## Exercise description
Once you have reviewed the listing below, restate it word for word.

*** Records supplied

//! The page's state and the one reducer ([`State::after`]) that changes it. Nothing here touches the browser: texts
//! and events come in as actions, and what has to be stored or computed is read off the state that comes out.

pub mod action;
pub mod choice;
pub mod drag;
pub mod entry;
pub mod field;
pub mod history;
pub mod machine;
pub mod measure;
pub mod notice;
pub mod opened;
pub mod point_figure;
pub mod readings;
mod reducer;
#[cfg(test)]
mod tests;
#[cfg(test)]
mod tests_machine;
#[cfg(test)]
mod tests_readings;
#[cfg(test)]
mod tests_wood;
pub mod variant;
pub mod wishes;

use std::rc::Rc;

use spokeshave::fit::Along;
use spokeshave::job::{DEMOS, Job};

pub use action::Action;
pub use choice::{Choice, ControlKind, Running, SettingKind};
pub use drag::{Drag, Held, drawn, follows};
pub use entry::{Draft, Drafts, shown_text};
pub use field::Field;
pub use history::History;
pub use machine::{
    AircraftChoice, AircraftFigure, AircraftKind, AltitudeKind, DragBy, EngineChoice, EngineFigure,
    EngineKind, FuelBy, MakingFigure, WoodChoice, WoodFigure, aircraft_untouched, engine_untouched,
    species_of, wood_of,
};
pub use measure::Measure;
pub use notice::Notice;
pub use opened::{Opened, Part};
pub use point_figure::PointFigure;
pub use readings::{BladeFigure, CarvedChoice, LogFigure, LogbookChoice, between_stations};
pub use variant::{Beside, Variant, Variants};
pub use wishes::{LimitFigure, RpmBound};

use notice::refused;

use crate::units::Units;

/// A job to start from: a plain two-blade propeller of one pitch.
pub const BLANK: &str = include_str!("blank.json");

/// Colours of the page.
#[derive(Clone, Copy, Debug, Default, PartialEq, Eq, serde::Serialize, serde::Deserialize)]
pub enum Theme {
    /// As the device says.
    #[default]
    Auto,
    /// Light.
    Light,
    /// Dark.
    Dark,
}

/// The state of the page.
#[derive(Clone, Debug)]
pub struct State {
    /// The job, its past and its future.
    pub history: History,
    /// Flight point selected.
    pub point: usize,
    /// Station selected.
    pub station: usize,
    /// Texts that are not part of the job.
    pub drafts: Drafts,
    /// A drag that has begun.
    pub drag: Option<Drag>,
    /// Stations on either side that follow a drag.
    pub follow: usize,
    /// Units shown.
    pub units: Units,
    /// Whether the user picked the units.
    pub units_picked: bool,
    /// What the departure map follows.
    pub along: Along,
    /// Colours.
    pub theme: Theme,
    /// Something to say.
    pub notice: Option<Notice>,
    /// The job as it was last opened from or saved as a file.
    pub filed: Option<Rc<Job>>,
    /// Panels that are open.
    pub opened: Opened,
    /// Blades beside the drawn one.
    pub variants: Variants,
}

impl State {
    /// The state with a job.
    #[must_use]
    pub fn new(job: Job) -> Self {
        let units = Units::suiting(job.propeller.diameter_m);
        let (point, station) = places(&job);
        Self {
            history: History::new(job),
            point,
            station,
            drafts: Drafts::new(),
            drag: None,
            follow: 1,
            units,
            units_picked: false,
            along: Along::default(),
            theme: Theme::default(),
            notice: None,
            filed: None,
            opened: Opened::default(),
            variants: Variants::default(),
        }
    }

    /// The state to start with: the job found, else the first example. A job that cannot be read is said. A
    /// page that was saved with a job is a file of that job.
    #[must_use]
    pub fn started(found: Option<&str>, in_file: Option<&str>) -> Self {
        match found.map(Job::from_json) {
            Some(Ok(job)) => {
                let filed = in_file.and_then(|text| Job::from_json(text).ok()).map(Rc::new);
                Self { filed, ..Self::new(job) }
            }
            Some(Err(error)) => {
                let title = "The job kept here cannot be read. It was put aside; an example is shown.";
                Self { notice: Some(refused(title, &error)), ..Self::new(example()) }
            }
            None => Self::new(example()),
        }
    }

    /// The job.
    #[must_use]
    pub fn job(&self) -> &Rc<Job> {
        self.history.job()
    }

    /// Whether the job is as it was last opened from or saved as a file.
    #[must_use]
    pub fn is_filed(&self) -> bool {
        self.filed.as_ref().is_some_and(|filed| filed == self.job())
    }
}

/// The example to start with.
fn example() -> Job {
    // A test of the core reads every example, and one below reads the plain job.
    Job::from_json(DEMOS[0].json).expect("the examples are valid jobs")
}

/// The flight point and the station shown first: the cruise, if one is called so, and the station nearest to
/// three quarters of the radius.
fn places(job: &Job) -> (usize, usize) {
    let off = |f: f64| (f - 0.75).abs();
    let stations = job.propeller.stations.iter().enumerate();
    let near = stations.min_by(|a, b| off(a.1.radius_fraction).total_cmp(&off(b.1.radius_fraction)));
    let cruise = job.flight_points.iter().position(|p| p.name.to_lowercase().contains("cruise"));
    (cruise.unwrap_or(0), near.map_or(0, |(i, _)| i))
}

******

## Written solution
//! The page's state and the one reducer ([`State::after`]) that changes it. Nothing here touches the browser: texts
//! and events come in as actions, and what has to be stored or computed is read off the state that comes out.

pub mod action;
pub mod choice;
pub mod drag;
pub mod entry;
pub mod field;
pub mod history;
pub mod machine;
pub mod measure;
pub mod notice;
pub mod opened;
pub mod point_figure;
pub mod readings;
mod reducer;
#[cfg(test)]
mod tests;
#[cfg(test)]
mod tests_machine;
#[cfg(test)]
mod tests_readings;
#[cfg(test)]
mod tests_wood;
pub mod variant;
pub mod wishes;

use std::rc::Rc;

use spokeshave::fit::Along;
use spokeshave::job::{DEMOS, Job};

pub use action::Action;
pub use choice::{Choice, ControlKind, Running, SettingKind};
pub use drag::{Drag, Held, drawn, follows};
pub use entry::{Draft, Drafts, shown_text};
pub use field::Field;
pub use history::History;
pub use machine::{
    AircraftChoice, AircraftFigure, AircraftKind, AltitudeKind, DragBy, EngineChoice, EngineFigure,
    EngineKind, FuelBy, MakingFigure, WoodChoice, WoodFigure, aircraft_untouched, engine_untouched,
    species_of, wood_of,
};
pub use measure::Measure;
pub use notice::Notice;
pub use opened::{Opened, Part};
pub use point_figure::PointFigure;
pub use readings::{BladeFigure, CarvedChoice, LogFigure, LogbookChoice, between_stations};
pub use variant::{Beside, Variant, Variants};
pub use wishes::{LimitFigure, RpmBound};

use notice::refused;

use crate::units::Units;

/// A job to start from: a plain two-blade propeller of one pitch.
pub const BLANK: &str = include_str!("blank.json");

/// Colours of the page.
#[derive(Clone, Copy, Debug, Default, PartialEq, Eq, serde::Serialize, serde::Deserialize)]
pub enum Theme {
    /// As the device says.
    #[default]
    Auto,
    /// Light.
    Light,
    /// Dark.
    Dark,
}

/// The state of the page.
#[derive(Clone, Debug)]
pub struct State {
    /// The job, its past and its future.
    pub history: History,
    /// Flight point selected.
    pub point: usize,
    /// Station selected.
    pub station: usize,
    /// Texts that are not part of the job.
    pub drafts: Drafts,
    /// A drag that has begun.
    pub drag: Option<Drag>,
    /// Stations on either side that follow a drag.
    pub follow: usize,
    /// Units shown.
    pub units: Units,
    /// Whether the user picked the units.
    pub units_picked: bool,
    /// What the departure map follows.
    pub along: Along,
    /// Colours.
    pub theme: Theme,
    /// Something to say.
    pub notice: Option<Notice>,
    /// The job as it was last opened from or saved as a file.
    pub filed: Option<Rc<Job>>,
    /// Panels that are open.
    pub opened: Opened,
    /// Blades beside the drawn one.
    pub variants: Variants,
}

impl State {
    /// The state with a job.
    #[must_use]
    pub fn new(job: Job) -> Self {
        let units = Units::suiting(job.propeller.diameter_m);
        let (point, station) = places(&job);
        Self {
            history: History::new(job),
            point,
            station,
            drafts: Drafts::new(),
            drag: None,
            follow: 1,
            units,
            units_picked: false,
            along: Along::default(),
            theme: Theme::default(),
            notice: None,
            filed: None,
            opened: Opened::default(),
            variants: Variants::default(),
        }
    }

    /// The state to start with: the job found, else the first example. A job that cannot be read is said. A
    /// page that was saved with a job is a file of that job.
    #[must_use]
    pub fn started(found: Option<&str>, in_file: Option<&str>) -> Self {
        match found.map(Job::from_json) {
            Some(Ok(job)) => {
                let filed = in_file.and_then(|text| Job::from_json(text).ok()).map(Rc::new);
                Self { filed, ..Self::new(job) }
            }
            Some(Err(error)) => {
                let title = "The job kept here cannot be read. It was put aside; an example is shown.";
                Self { notice: Some(refused(title, &error)), ..Self::new(example()) }
            }
            None => Self::new(example()),
        }
    }

    /// The job.
    #[must_use]
    pub fn job(&self) -> &Rc<Job> {
        self.history.job()
    }

    /// Whether the job is as it was last opened from or saved as a file.
    #[must_use]
    pub fn is_filed(&self) -> bool {
        self.filed.as_ref().is_some_and(|filed| filed == self.job())
    }
}

/// The example to start with.
fn example() -> Job {
    // A test of the core reads every example, and one below reads the plain job.
    Job::from_json(DEMOS[0].json).expect("the examples are valid jobs")
}

/// The flight point and the station shown first: the cruise, if one is called so, and the station nearest to
/// three quarters of the radius.
fn places(job: &Job) -> (usize, usize) {
    let off = |f: f64| (f - 0.75).abs();
    let stations = job.propeller.stations.iter().enumerate();
    let near = stations.min_by(|a, b| off(a.1.radius_fraction).total_cmp(&off(b.1.radius_fraction)));
    let cruise = job.flight_points.iter().position(|p| p.name.to_lowercase().contains("cruise"));
    (cruise.unwrap_or(0), near.map_or(0, |(i, _)| i))
}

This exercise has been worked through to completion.